# May Winners



## RickGibbs (Dec 16, 2005)

*May Calendar Photo*

*sharlin - Skyler*









*"May I..." Photo Contest *

*welshgold - Daisy & Gracie
May I...hang onto this stick?*


----------



## Lestorm (Feb 25, 2007)

congratulations to this months winners. Looking forward to seeing more next month.


----------



## Ant (Feb 25, 2007)

:headbang2:headbang2:headbang2:headbang2


----------



## robinsegg26 (Nov 14, 2006)

congrats to both.. so glad Skyler is going to make on this years calender.. thats great!!!!


----------



## Carsonsdaddy (Nov 1, 2006)

Congrats to both!! 

Godspeed, Skyler. :bigangel:


----------



## sharlin (Feb 26, 2007)

OMG---I'm sitting here bawling like a baby--that's always been my favorite picture of Skyler--it's like I could reach out and rub his little nose. THANK YOU all for voting for SkyPup and honoring him on the calender--He gives EVERYBODY a big ROO ROO from the Bridge and I say Bless You all.

Steve


----------



## Oaklys Dad (Dec 28, 2005)

There could be no more fitting winners to this months contest! Glad Sklyer will live on in the calendar.


----------



## Emma&Tilly (May 15, 2005)

That is an absolutely beautiful picture of Skyler, he looks so serene and contented in that picture, there couldn't be a better picture for the calendar, god bless Skyler...


----------



## cubbysan (Mar 13, 2007)

Those are such beautiful pictures!!

A nice way to memorialize Skyler - such a beautiful picture.


----------



## RickGibbs (Dec 16, 2005)

I agree.....I'm so glad that Skyler won....and will now grace our calendar for the month of May next year...


----------



## GoldenJoyx'stwo (Feb 25, 2007)

Congratulations!


----------



## AquaClaraCanines (Mar 5, 2006)

What a gorgeous picture of the Sky Pup


----------



## mainegirl (May 2, 2005)

Love the picture of Sklyer..... such a wonderful tribute. He looks so content, loved and GOLDEN

thanx

beth, moose and angel


----------



## Emma&Tilly (May 15, 2005)

and great big congrats to welshgold too! fab piccy!!


----------



## FranH (May 8, 2005)

Wonderful photos for the calendar. Skyler's eyes just melt your heart...


----------



## Lestorm (Feb 25, 2007)

Oaklys Dad said:


> There could be no more fitting winners to this months contest! Glad Sklyer will live on in the calendar.


Here! here!

Well he was simply the best and second to none!


----------



## TheHooch (May 9, 2007)

Could there have been a more perfect winner. Got me to balling though. Steve my thoughts are with you.

Hooch


----------



## davebeech (Feb 11, 2006)

2 fantastic pictures there, well worthy of winning. Congratulatons to both of you !!! & a " Good Boy Skyler " you're a beautiful boy.


----------



## Griffyn'sMom (Mar 22, 2007)

Congratulations to both winners! Lovely pictures!


----------



## sharlin (Feb 26, 2007)

Congratulations to Welshgold!!!! She ALWAYS takes such amazing pictures that truly capture how happy and secure the furkids are!!!


----------



## davebeech (Feb 11, 2006)

sharlin said:


> Congratulations to Welshgold!!!! She ALWAYS takes such amazing pictures that truly capture how happy and secure the furkids are!!!

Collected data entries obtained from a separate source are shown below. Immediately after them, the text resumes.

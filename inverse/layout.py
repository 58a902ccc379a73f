"""The unknowns of a study: one layout for fit, sampling and results.

A point is a vector q of unconstrained coordinates; a batch of points is (lanes, dim). Blocks turn their slice of q
into named values, lanes last, and carry gradients and directions back and forth.
"""

from __future__ import annotations

from collections.abc import Sequence
from dataclasses import dataclass, field, replace
from functools import cached_property
from typing import Protocol

import numpy as np
from numpy.typing import NDArray

from pullback.inverse.area_field import Basis
from pullback.inverse.priors import Prior, log_prior

Array = NDArray[np.float64]
Values = dict[str, Array]


class Block(Protocol):
    """A run of coordinates with one name."""

    @property
    def name(self) -> str:
        """Name of the value."""

    @property
    def unit(self) -> str:
        """Unit of the value."""

    @property
    def size(self) -> int:
        """Number of coordinates."""

    def unpack(self, q: Array, values: Values) -> Array:
        """Value for q (size, lanes); blocks before this one are in `values` already."""

    def log_prior(self, q: Array, values: Values) -> Array:
        """Log prior density of q (lanes,)."""

    def pull_back(self, q: Array, values: Values, grads: Values) -> Array:
        """d(log prior + f)/dq (size, lanes), f's derivatives by value being in `grads`; adds to those of earlier
        blocks."""


@dataclass(frozen=True)
class Scalar:
    """One unknown with a prior; value (lanes,)."""

    name: str
    unit: str
    prior: Prior
    size: int = 1

    def unpack(self, q: Array, values: Values) -> Array:
        """The prior's map of its coordinate."""
        return self.prior.value(q[0])

    def log_prior(self, q: Array, values: Values) -> Array:
        """See `priors.log_prior`."""
        return log_prior(self.prior, q[0])

    def pull_back(self, q: Array, values: Values, grads: Values) -> Array:
        """Chain through the prior's map."""
        g = grads[self.name] * self.prior.slope(q[0])
        return (g - q[0] if self.prior.proper else g)[None]


@dataclass(frozen=True)
class Modulus(Scalar):
    """A modulus of the lot's law, its coordinate sheared along the pulled piece's own log stiffness kappa = s zeta.

    A pull fixes modulus times exp(kappa) far better than either factor; in z itself that is a thin, curved valley in
    (z, s, zeta). With z = q − shear kappa (a map of unit determinant) it lies along the axes. `shear` is
    dz/dlog(modulus) at the fit; `stiffness` names zeta.
    """

    shear: float = 0.0
    stiffness: str = ""

    def _z(self, q: Array, values: Values) -> Array:
        return q[0] - self.shear * values["stiffness_scatter"] * values[self.stiffness]

    def unpack(self, q: Array, values: Values) -> Array:
        """The prior's map of z."""
        return self.prior.value(self._z(q, values))

    def log_prior(self, q: Array, values: Values) -> Array:
        """See `priors.log_prior`."""
        return log_prior(self.prior, self._z(q, values))

    def pull_back(self, q: Array, values: Values, grads: Values) -> Array:
        """Chain through the map and the shear."""
        z = self._z(q, values)
        g = grads[self.name] * self.prior.slope(z) - (z if self.prior.proper else 0.0)
        s, zeta = values["stiffness_scatter"], values[self.stiffness]
        grads["stiffness_scatter"] = grads["stiffness_scatter"] - self.shear * zeta * g
        grads[self.stiffness] = grads[self.stiffness] - self.shear * s * g
        return g[None]

    def push(self, q: Array, values: Values, cut: slice, pushed: Values) -> Array:
        """d value / d q, the values of the stiffness pushed already."""
        s, zeta = values["stiffness_scatter"], values[self.stiffness]
        row = -self.shear * (s * pushed[self.stiffness] + zeta * pushed["stiffness_scatter"])
        row[cut] += 1.0
        return self.prior.slope(self._z(q, values)) * row

    def sheared(self, values: Values) -> Modulus:
        """The same unknown with its shear taken at `values` (one lane)."""
        value = values[self.name]
        z = self.prior.coordinate(value)
        return replace(self, shear=float((value / self.prior.slope(z))[0]))


@dataclass(frozen=True)
class Drive:
    """The true travel or end force of each step, flat about its reading; value (steps, lanes)."""

    name: str
    unit: str
    start: Array
    scale: Array

    @property
    def size(self) -> int:
        """Number of steps."""
        return self.start.size

    def unpack(self, q: Array, values: Values) -> Array:
        """start + scale q."""
        return self.start[:, None] + self.scale[:, None] * q

    def log_prior(self, q: Array, values: Values) -> Array:
        """Flat: zero."""
        return np.zeros(q.shape[1])

    def pull_back(self, q: Array, values: Values, grads: Values) -> Array:
        """Scaled gradient."""
        return grads[self.name] * self.scale[:, None]


@dataclass(frozen=True)
class Field:
    """Coefficients of one part's section field, not centred; value beta (m, lanes).

    beta_k = w_k(spread, ell) q_k with q_k standard normal. The sampler moves in other coordinates: see `whitening`.
    """

    name: str
    unit: str
    basis: Basis

    @property
    def size(self) -> int:
        """Number of coefficients."""
        return self.basis.omega.size

    def weight(self, values: Values) -> Array:
        """w_k (m, lanes)."""
        return np.exp(self.basis.log_weight(values["spread"], values["correlation_length"]))

    def unpack(self, q: Array, values: Values) -> Array:
        """beta_k."""
        return self.weight(values) * q

    def log_prior(self, q: Array, values: Values) -> Array:
        """Standard normal."""
        return -0.5 * np.sum(q * q, axis=0)

    def pull_back(self, q: Array, values: Values, grads: Values) -> Array:
        """Chain to the coordinates, and through w to spread and correlation length."""
        g = grads[self.name] * self.weight(values)
        along, ell = g * q, values["correlation_length"]
        grads["spread"] = grads["spread"] + along.sum(axis=0) / values["spread"]
        by_ell = (along * self.basis.log_weight_by_log_ell(ell)).sum(axis=0)
        grads["correlation_length"] = grads["correlation_length"] + by_ell / ell
        return g - q

    def push(self, q: Array, values: Values, cut: slice, pushed: Values) -> Array:
        """d beta / d q (m, dim), the hyper-parameters pushed already."""
        w, ell = self.weight(values), values["correlation_length"]
        jac = w * q * pushed["spread"] / values["spread"]
        jac = jac + w * q * self.basis.log_weight_by_log_ell(ell) * pushed["correlation_length"] / ell
        jac[:, cut] += np.diag(w[:, 0])
        return np.asarray(jac)


@dataclass(frozen=True)
class Layout:
    """All blocks in order, and constants that take the place of unknowns that the study states exactly."""

    blocks: Sequence[Block]
    constants: dict[str, float] = field(default_factory=dict)

    @cached_property
    def dim(self) -> int:
        """Number of coordinates."""
        return sum(b.size for b in self.blocks)

    @cached_property
    def slices(self) -> dict[str, slice]:
        """Slice of q of each block."""
        out, at = {}, 0
        for b in self.blocks:
            out[b.name] = slice(at, at + b.size)
            at += b.size
        return out

    def names(self) -> list[str]:
        """A name for each coordinate."""
        return [b.name if b.size == 1 else f"{b.name}[{k + 1}]" for b in self.blocks for k in range(b.size)]

    def block(self, name: str) -> Block:
        """The block of that name; KeyError where there is none."""
        for b in self.blocks:
            if b.name == name:
                return b
        raise KeyError(name)

    def scalar(self, name: str) -> Scalar | None:
        """The scalar unknown of that name, or None where it is a constant or absent."""
        return next((b for b in self.blocks if b.name == name and isinstance(b, Scalar)), None)

    def unpack(self, q: Array) -> Values:
        """Named values for q (lanes, dim)."""
        values: Values = {k: np.full(q.shape[0], v) for k, v in self.constants.items()}
        for b, part in self._parts(q):
            values[b.name] = b.unpack(part, values)
        return values

    def log_prior(self, q: Array, values: Values) -> Array:
        """Log prior density (lanes,)."""
        return sum((b.log_prior(part, values) for b, part in self._parts(q)), np.zeros(q.shape[0]))

    def zeros(self, values: Values) -> Values:
        """Gradients by value, all zero."""
        return {k: np.zeros_like(v) for k, v in values.items()}

    def pull_back(self, q: Array, values: Values, grads: Values) -> Array:
        """Gradient by q (lanes, dim) of the log prior plus a function whose gradients by value are `grads`."""
        rows = [b.pull_back(part, values, grads) for b, part in reversed(self._parts(q))]
        return np.concatenate(rows[::-1]).T

    def push(self, q: Array, values: Values) -> Values:
        """d value / d q at a single point q (1, dim): (dim,) for scalars, (size, dim) for the rest."""
        out: Values = {k: np.zeros(self.dim) for k in self.constants}
        for b, part in self._parts(q):
            cut = self.slices[b.name]
            if isinstance(b, Modulus):
                out[b.name] = b.push(part, values, cut, out)
            elif isinstance(b, Scalar):
                out[b.name] = np.zeros(self.dim)
                out[b.name][cut] = b.prior.slope(part[0])
            elif isinstance(b, Drive):
                out[b.name] = np.zeros((b.size, self.dim))
                out[b.name][:, cut] = np.diag(b.scale)
            elif isinstance(b, Field):
                out[b.name] = b.push(part, values, cut, out)
        return out

    def _parts(self, q: Array) -> list[tuple[Block, Array]]:
        cuts = self.slices
        return [(b, np.ascontiguousarray(q[:, cuts[b.name]].T)) for b in self.blocks]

aint that the truth, all the pics I've seen from Welshgold are superb.


----------



## justmejanis (Feb 25, 2007)

Congratulations! This was a very deserving victory. Skyler will live on in so many hearts!


----------



## Brinkleysmom (Dec 17, 2005)

Congratulations Steve. What a great tribute to the Skypup. Could not have picked a better winner. So glad for you and Skyler. It will be a nice memory.


----------



## welshgold (Feb 27, 2007)

*Superb Photograph!*

'May I' just add that the Skyler pic has captured exactly why we all love the Golden Retriever breed! That look in Skyler's eyes says it all!!!! Brilliant image, well done!!!

Welshgold (a bloke lol)


----------